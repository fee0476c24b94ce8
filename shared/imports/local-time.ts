// Wall-clock times in the plant's time zone, converted to instants without guessing: a time that does
// not exist (the hour skipped when clocks go forward) is refused instead of silently moved, and a time
// that exists twice (the hour repeated when clocks go back) takes the first.

const formatters = new Map<string, Intl.DateTimeFormat>();
const formatter = (timeZone: string): Intl.DateTimeFormat => {
  let f = formatters.get(timeZone);
  if (!f) {
    f = new Intl.DateTimeFormat('en-CA', { timeZone, hourCycle: 'h23', year: 'numeric', month: '2-digit', day: '2-digit', hour: '2-digit', minute: '2-digit', second: '2-digit' });
    formatters.set(timeZone, f);
  }
  return f;
};

const parts = (utcMs: number, timeZone: string): number[] => {
  const f = formatter(timeZone);
  const p = Object.fromEntries(f.formatToParts(new Date(utcMs)).map((x) => [x.type, x.value]));
  return [Number(p.year), Number(p.month), Number(p.day), Number(p.hour), Number(p.minute), Number(p.second)];
};

// Offsets change on whole hours (the clock changes of the zones a plant uses), so the offset of a local
// hour is worked out once and reused for every minute in it: an import of 100,000 rows asks Intl a few
// thousand times instead of a few hundred thousand.
const hourOffsets = new Map<string, number | null>();

/** The instant of a wall-clock time in `timeZone`, or null when that time does not exist there. */
export function zonedToUtc(y: number, mo: number, d: number, h: number, mi: number, s: number, timeZone: string): Date | null {
  const key = `${timeZone}|${y}-${mo}-${d} ${h}`;
  let offset = hourOffsets.get(key);
  if (offset === undefined) {
    const atHour = exactZonedToUtc(y, mo, d, h, 0, 0, timeZone);
    offset = atHour === null ? null : Date.UTC(y, mo - 1, d, h, 0, 0) - atHour.getTime();
    if (hourOffsets.size > 100_000) hourOffsets.clear();
    hourOffsets.set(key, offset);
  }
  return offset === null ? null : new Date(Date.UTC(y, mo - 1, d, h, mi, s) - offset);
}

function exactZonedToUtc(y: number, mo: number, d: number, h: number, mi: number, s: number, timeZone: string): Date | null {
  const wall = Date.UTC(y, mo - 1, d, h, mi, s);
  const offsetAt = (utc: number): number => {
    const [py, pmo, pd, ph, pmi, ps] = parts(utc, timeZone) as [number, number, number, number, number, number];
    return Date.UTC(py, pmo - 1, pd, ph, pmi, ps) - utc;
  };
  const candidates = [wall - offsetAt(wall - 12 * 3600_000), wall - offsetAt(wall + 12 * 3600_000)].sort((a, b) => a - b);
  for (const utc of candidates) {
    const [py, pmo, pd, ph, pmi, ps] = parts(utc, timeZone);
    if (py === y && pmo === mo && pd === d && ph === h && pmi === mi && ps === s) return new Date(utc);
  }
  return null;
}

const LOCAL = /^(\d{4})-(\d{2})-(\d{2})(?:[ T](\d{2}):(\d{2})(?::(\d{2}))?)?$/;
const WITH_OFFSET = /^\d{4}-\d{2}-\d{2}T\d{2}:\d{2}(?::\d{2}(?:\.\d+)?)?(?:Z|[+-]\d{2}:\d{2})$/;

/**
 * Reads a date and time from a CSV cell: `YYYY-MM-DD HH:mm[:ss]` in the plant's time zone (or a date
 * alone, taken as 07:00), or ISO 8601 with an offset. Anything else (03/04/2026 could be March or April)
 * is refused with the reason.
 */
export function parseLocalDateTime(text: string, timeZone: string, defaultHour = 7): { at: Date } | { error: string } {
  const t = text.trim();
  if (WITH_OFFSET.test(t)) {
    const at = new Date(t);
    return Number.isNaN(at.getTime()) ? { error: `"${t}" is not a real date and time` } : { at };
  }
  const m = LOCAL.exec(t);
  if (!m) return { error: `"${t}" is not a date we read without guessing; write it as YYYY-MM-DD HH:mm` };
  const [y, mo, d, h, mi, s] = [m[1], m[2], m[3], m[4] ?? String(defaultHour), m[5] ?? '0', m[6] ?? '0'].map(Number) as [number, number, number, number, number, number];
  if (mo < 1 || mo > 12 || d < 1 || d > 31 || h > 23 || mi > 59 || s > 59) return { error: `"${t}" is not a real date and time` };
  const probe = new Date(Date.UTC(y, mo - 1, d));
  if (probe.getUTCMonth() !== mo - 1) return { error: `"${t}" is not a real date` };
  const at = zonedToUtc(y, mo, d, h, mi, s, timeZone);
  if (!at) return { error: `${t} does not exist in ${timeZone} (the clocks skip that hour); check the time` };
  return { at };
}

/** A calendar date cell: YYYY-MM-DD only. */
export function parseDateCell(text: string): { date: string } | { error: string } {
  const t = text.trim();
  const m = /^(\d{4})-(\d{2})-(\d{2})$/.exec(t);
  if (!m) return { error: `"${t}" is not a date in the form YYYY-MM-DD` };
  const d = new Date(`${t}T00:00:00Z`);
  if (Number.isNaN(d.getTime()) || d.toISOString().slice(0, 10) !== t) return { error: `"${t}" is not a real date` };
  return { date: t };
}
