import { formatLength } from '#shared/camber/tape';
import { dateFormat } from '#shared/time/formatters';

export const camberText = (mm: number, unit: 'us' | 'si'): string => formatLength(mm, unit === 'us' ? 'in' : 'mm');

export const dateTimeText = (iso: string, timeZone: string): string =>
  dateFormat('en-US', { dateStyle: 'medium', timeStyle: 'short', timeZone }).format(new Date(iso));

export const ageDays = (fromIsoDate: string, at: Date = new Date()): number =>
  Math.floor((at.getTime() - new Date(`${fromIsoDate}T00:00:00Z`).getTime()) / 86_400_000);
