/**
 * Scales a camera photo down to at most `maxSide` pixels and re-encodes it as JPEG, so a yard photo is
 * a few hundred kilobytes on a slow connection rather than several megabytes.
 */
export async function shrinkPhoto(file: Blob, maxSide = 1600, quality = 0.8): Promise<Blob> {
  const bitmap = await createImageBitmap(file);
  const scale = Math.min(1, maxSide / Math.max(bitmap.width, bitmap.height));
  const canvas = document.createElement('canvas');
  canvas.width = Math.round(bitmap.width * scale);
  canvas.height = Math.round(bitmap.height * scale);
  canvas.getContext('2d')!.drawImage(bitmap, 0, 0, canvas.width, canvas.height);
  bitmap.close();
  return new Promise((resolve, reject) => canvas.toBlob((b) => (b ? resolve(b) : reject(new Error('the photo could not be encoded'))), 'image/jpeg', quality));
}
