import { useRef } from 'react';
import { useSearchParams } from 'react-router';

/**
 * Search parameters as list filters. A change builds on the previous change while the URL has not
 * caught up with it yet, so two quick changes (a status, then a mark) both stay in the URL.
 */
export function useUrlParams(): [URLSearchParams, (change: (next: URLSearchParams) => void) => void] {
  const [sp, setSp] = useSearchParams();
  const pending = useRef<{ base: string; params: URLSearchParams } | null>(null);
  const update = (change: (next: URLSearchParams) => void): void => {
    const current = sp.toString();
    const base = pending.current && pending.current.base === current ? pending.current.params : sp;
    const next = new URLSearchParams(base);
    change(next);
    pending.current = { base: current, params: next };
    setSp(next, { replace: true });
  };
  return [sp, update];
}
○ ○ ○ ○ ○
Instructions for the task => Using the records above, gather all lines where the string "useRef" is present.

Result =>
import { useRef } from 'react';
  const pending = useRef<{ base: string; params: URLSearchParams } | null>(null);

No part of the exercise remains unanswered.